- UK promotional poster
- Directed by: Arthur Crabtree
- Screenplay by: Roland Pertwee
- Based on: The Madonna of Seven Moons 1931 novel by Margery Lawrence
- Produced by: R. J. Minney
- Starring: Phyllis Calvert; Stewart Granger;
- Cinematography: Jack E. Cox
- Edited by: Lito Carruthers
- Music by: Hans May
- Production company: Gainsborough Pictures
- Distributed by: Eagle-Lion Distributors
- Release dates: 22 January 1945; 1947 (France);
- Running time: 110 minutes
- Country: United Kingdom
- Language: English
- Budget: £125,000
- Box office: over £1 million or over £300,000 675,949 admissions (France)
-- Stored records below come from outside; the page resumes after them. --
using MathNet.Numerics;
using MathNet.Numerics.LinearAlgebra;
using OutputForge.Stats.Contingency;

namespace OutputForge.Stats.Stratified;

/// <summary>
/// Generalized Cochran-Mantel-Haenszel statistics for K strata of I x J tables (Landis, Heyman and
/// Koch 1978, Int Stat Rev 46:237-254; Agresti 2013, Categorical Data Analysis 3rd ed., section 8.4).
/// With n_h the cells of stratum h in row-major order, under conditional independence
/// m_h = n_h (p_rows ⊗ p_columns) and
/// V_h = n_h^2 / (n_h - 1) ((D_rows - p_rows p_rows') ⊗ (D_columns - p_columns p_columns')).
/// For a matrix B, Q = G' (sum B V_h B')^- G with G = sum B (n_h - m_h):
/// <list type="bullet">
/// <item>general association: B = [I_(I-1), 0] ⊗ [I_(J-1), 0], df (I - 1)(J - 1);</item>
/// <item>row mean scores differ: B = [I_(I-1), 0] ⊗ a' (a the column scores), df I - 1;</item>
/// <item>nonzero correlation: B = c' ⊗ a' (c the row scores), df 1.</item>
/// </list>
/// Scores default to table scores 1, 2, ... The inverse is a Moore-Penrose pseudo-inverse; when the
/// covariance matrix is singular (a row or column empty in every stratum) the degrees of freedom are
/// its rank and a note says so. Strata with fewer than two subjects have no variance and are skipped
/// and returned as stratum remarks.
/// </summary>
public static class GeneralizedCochranMantelHaenszel
{
    public const string CorrelationName = "Cochran-Mantel-Haenszel nonzero correlation test";
    public const string RowMeanScoresName = "Cochran-Mantel-Haenszel row mean scores test";
    public const string GeneralAssociationName = "Cochran-Mantel-Haenszel general association test";

    public static GeneralizedCmhResult Compute(IReadOnlyList<int[,]> strata, IReadOnlyList<double>? rowScores = null, IReadOnlyList<double>? columnScores = null)
    {
        ArgumentNullException.ThrowIfNull(strata);
        if (strata.Count == 0)
        {
            throw new ArgumentException("At least one stratum is needed.", nameof(strata));
        }
        var a = Scores(columnScores, strata[0].GetLength(1), nameof(columnScores));
        return Compute(strata, rowScores, _ => a);
    }

    /// <summary>
    /// The same statistics with column scores computed from each stratum's own table, e.g.
    /// <see cref="ModifiedRiditScores.Of"/>: the contrast of stratum h uses a_h. Rank-based scores are
    /// computed within each stratum, which makes the row mean scores statistic a stratified rank test
    /// of the van Elteren (1960) type (common practice).
    /// </summary>
    public static GeneralizedCmhResult Compute(IReadOnlyList<int[,]> strata, IReadOnlyList<double>? rowScores, Func<int[,], IReadOnlyList<double>> columnScoresOfStratum)
    {
        ArgumentNullException.ThrowIfNull(columnScoresOfStratum);
        ArgumentNullException.ThrowIfNull(strata);
        if (strata.Count == 0)
        {
            throw new ArgumentException("At least one stratum is needed.", nameof(strata));
        }
        int rows = strata[0].GetLength(0);
        int columns = strata[0].GetLength(1);
        for (int h = 0; h < strata.Count; h++)
        {
            TableMargins.Validate(strata[h]);
            if (strata[h].GetLength(0) != rows || strata[h].GetLength(1) != columns)
            {
                throw new ArgumentException($"Stratum {h + 1} is {strata[h].GetLength(0)} x {strata[h].GetLength(1)}; every stratum must be {rows} x {columns}.", nameof(strata));
            }
        }
        if (rows < 2 || columns < 2)
        {
            throw new ArgumentException($"Each stratum must be at least 2 x 2; these are {rows} x {columns}.", nameof(strata));
        }
        var c = Scores(rowScores, rows, nameof(rowScores));

        var build = Matrix<double>.Build;
        var general = build.DenseIdentity(rows - 1, rows).KroneckerProduct(build.DenseIdentity(columns - 1, columns));
        var accumulators = new[] { new Accumulator(1), new Accumulator(rows - 1), new Accumulator(general.RowCount) };

        var remarks = new List<StratumRemark>();
        int contributing = 0;
        for (int h = 0; h < strata.Count; h++)
        {
            var table = strata[h];
            double n = TableMargins.RowTotals(table).Sum();
            if (n < 2)
            {
                remarks.Add(new StratumRemark(h, n == 0 ? StratumRemarkReason.NoSubjects : StratumRemarkReason.SingleSubject));
                continue;
            }
            var pRows = Vector<double>.Build.DenseOfEnumerable(TableMargins.RowTotals(table).Select(t => t / n));
            var pColumns = Vector<double>.Build.DenseOfEnumerable(TableMargins.ColumnTotals(table).Select(t => t / n));
            var observed = Vector<double>.Build.Dense(rows * columns, k => table[k / columns, k % columns]);
            var expected = Kronecker(pRows, pColumns) * n;
            var rowCovariance = build.DenseOfDiagonalVector(pRows) - pRows.OuterProduct(pRows);
            var columnCovariance = build.DenseOfDiagonalVector(pColumns) - pColumns.OuterProduct(pColumns);
            var covariance = rowCovariance.KroneckerProduct(columnCovariance) * (n * n / (n - 1));
            var a = Scores(columnScoresOfStratum(table), columns, nameof(columnScoresOfStratum));
            var rowMeans = build.DenseIdentity(rows - 1, rows).KroneckerProduct(build.DenseOfRowArrays(a));
            var correlation = build.DenseOfRowArrays(c).KroneckerProduct(build.DenseOfRowArrays(a));
            accumulators[0].Add(correlation, observed - expected, covariance);
            accumulators[1].Add(rowMeans, observed - expected, covariance);
            accumulators[2].Add(general, observed - expected, covariance);
            contributing++;
        }
        if (contributing == 0)
        {
            var none = TestResult.NotEstimable(GeneralAssociationName, "no stratum has two or more subjects");
            return new GeneralizedCmhResult(none with { Method = CorrelationName, StratumRemarks = remarks },
                none with { Method = RowMeanScoresName, StratumRemarks = remarks }, none with { StratumRemarks = remarks });
        }
        return new GeneralizedCmhResult(
            accumulators[0].Result(CorrelationName, 1) with { StratumRemarks = remarks },
            accumulators[1].Result(RowMeanScoresName, rows - 1) with { StratumRemarks = remarks },
            accumulators[2].Result(GeneralAssociationName, (rows - 1) * (columns - 1)) with { StratumRemarks = remarks });
    }

    private static double[] Scores(IReadOnlyList<double>? scores, int count, string name)
    {
        if (scores is null)
        {
            return Enumerable.Range(1, count).Select(i => (double)i).ToArray();
        }
        if (scores.Count != count || scores.Any(s => double.IsNaN(s) || double.IsInfinity(s)))
        {
            throw new ArgumentException($"{count} finite scores are needed.", name);
        }
        return scores.ToArray();
    }

    private static Vector<double> Kronecker(Vector<double> left, Vector<double> right)
        => Vector<double>.Build.Dense(left.Count * right.Count, k => left[k / right.Count] * right[k % right.Count]);

    /// <summary>Sums G = sum B_h (n_h - m_h) and V_G = sum B_h V_h B_h' for one kind of contrast B_h.</summary>
    private sealed class Accumulator(int dimension)
    {
        private Vector<double> _g = Vector<double>.Build.Dense(dimension);
        private Matrix<double> _v = Matrix<double>.Build.Dense(dimension, dimension);

        public void Add(Matrix<double> contrast, Vector<double> deviation, Matrix<double> covariance)
        {
            _g += contrast * deviation;
            _v += contrast * covariance * contrast.Transpose();
        }

        public TestResult Result(string method, int nominalDf)
        {
            var svd = _v.Svd(true);
            double largest = svd.S.Count == 0 ? 0 : svd.S.Maximum();
            double tolerance = largest * 1e-10 * _v.RowCount;
            int rank = svd.S.Count(s => s > tolerance);
            if (rank == 0)
            {
                return TestResult.NotEstimable(method, "the statistic has no variance (every stratum is constant in the scored direction)");
            }
            // Pseudo-inverse from the singular value decomposition: U diag(1/s) V'.
            var inverse = Matrix<double>.Build.Dense(_v.RowCount, _v.RowCount);
            for (int i = 0; i < svd.S.Count; i++)
            {
                if (svd.S[i] > tolerance)
                {
                    inverse += svd.U.Column(i).OuterProduct(svd.VT.Row(i)) / svd.S[i];
                }
            }
            double statistic = Math.Max(0, _g * (inverse * _g));
            double p = SpecialFunctions.GammaUpperRegularized(rank / 2.0, statistic / 2);
            var notes = rank < nominalDf
                ? new List<string> { $"The covariance matrix has rank {rank} instead of {nominalDf}, so the test has {rank} degrees of freedom." }
                : new List<string>();
            return new TestResult(method, statistic, rank, p) { Notes = notes };
        }
    }
}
= Madonna of the Seven Moons =

1945 British film by Arthur Crabtree

Madonna of the Seven Moons is a 1945 British drama film starring Phyllis Calvert, Stewart Granger and Patricia Roc. Directed by Arthur Crabtree for Gainsborough Pictures, the film was produced by Rubeigh James Minney, with cinematography from Jack Cox and screenplay by Roland Pertwee. It was one of the Gainsborough melodramas of the mid-1940s popular with WW2-era female audiences.

==Plot==
1910. Florence convent schoolgirl Maddalena is raped by a gypsy while picking flowers. In 1919 she leaves the convent to marry Giuseppe Labardi in Rome and has a daughter, Angela. In 1940, Angela returns to Rome after five years in school in England. She discovers her mother sometimes behaves oddly and once vanished for a year. A gigolo she's met, Sandro Barruci, turns up at her birthday party. Maddalena faints, and that night puts on gypsy clothing, draws seven moons on her mirror and vanishes again. She reappears at the House of the Seven Moons in a seedy part of Florence, where she's welcomed as Rosanna, mistress of gypsy thief Nino (Sandro's brother), whom she'd met during her earlier disappearance. The Labardis' family doctor, Ackroyd, guesses early trauma has left her with a dual personality, with neither half knowing about the other. Sandro goes to Florence with Angela to search for her mother, but drugs her and tries to rape her. Maddalena finds them and, thinking he's Nino being unfaithful, stabs him; he does the same to her. Maddalena is reunited with Angela before dying; Nino comes to her deathbed jealously planning to kill Giuseppe, but changes his mind when he realises they were married.

==Cast==
- Phyllis Calvert as Maddalena Labardi
- Stewart Granger as Nino Barucci
- Patricia Roc as Angela Labardi
- Peter Glenville as Sandro Barucci
- John Stuart as Giuseppe Labardi
- Nancy Price as Mama Barucci
- Reginald Tate as Doctor Charles Ackroyd
- Jean Kent as Vittoria
- Peter Murray-Hill as Jimmy Logan
- Dulcie Gray as Nesta Logan
- Alan Haines as Evelyn
- Hilda Bayley as Mrs. Fiske
- Evelyn Darvell as Millie Fiske
- Amy Veness as Tessa
- Robert Speaight as Priest
- Eliot Makeham as Bossi
- Danny Green as Scorpi
- Helen Haye as Mother Superior

==Background==
Film rights to the 1931 Margery Lawrence novel were bought by Gaumont British in 1938, which wanted to turn it into a vehicle for Renée Saint-Cyr as part of an ambitious slate for Gainsborough in 1939. However the advent of World War II disrupted these plans, and Madonna was put on the backburner.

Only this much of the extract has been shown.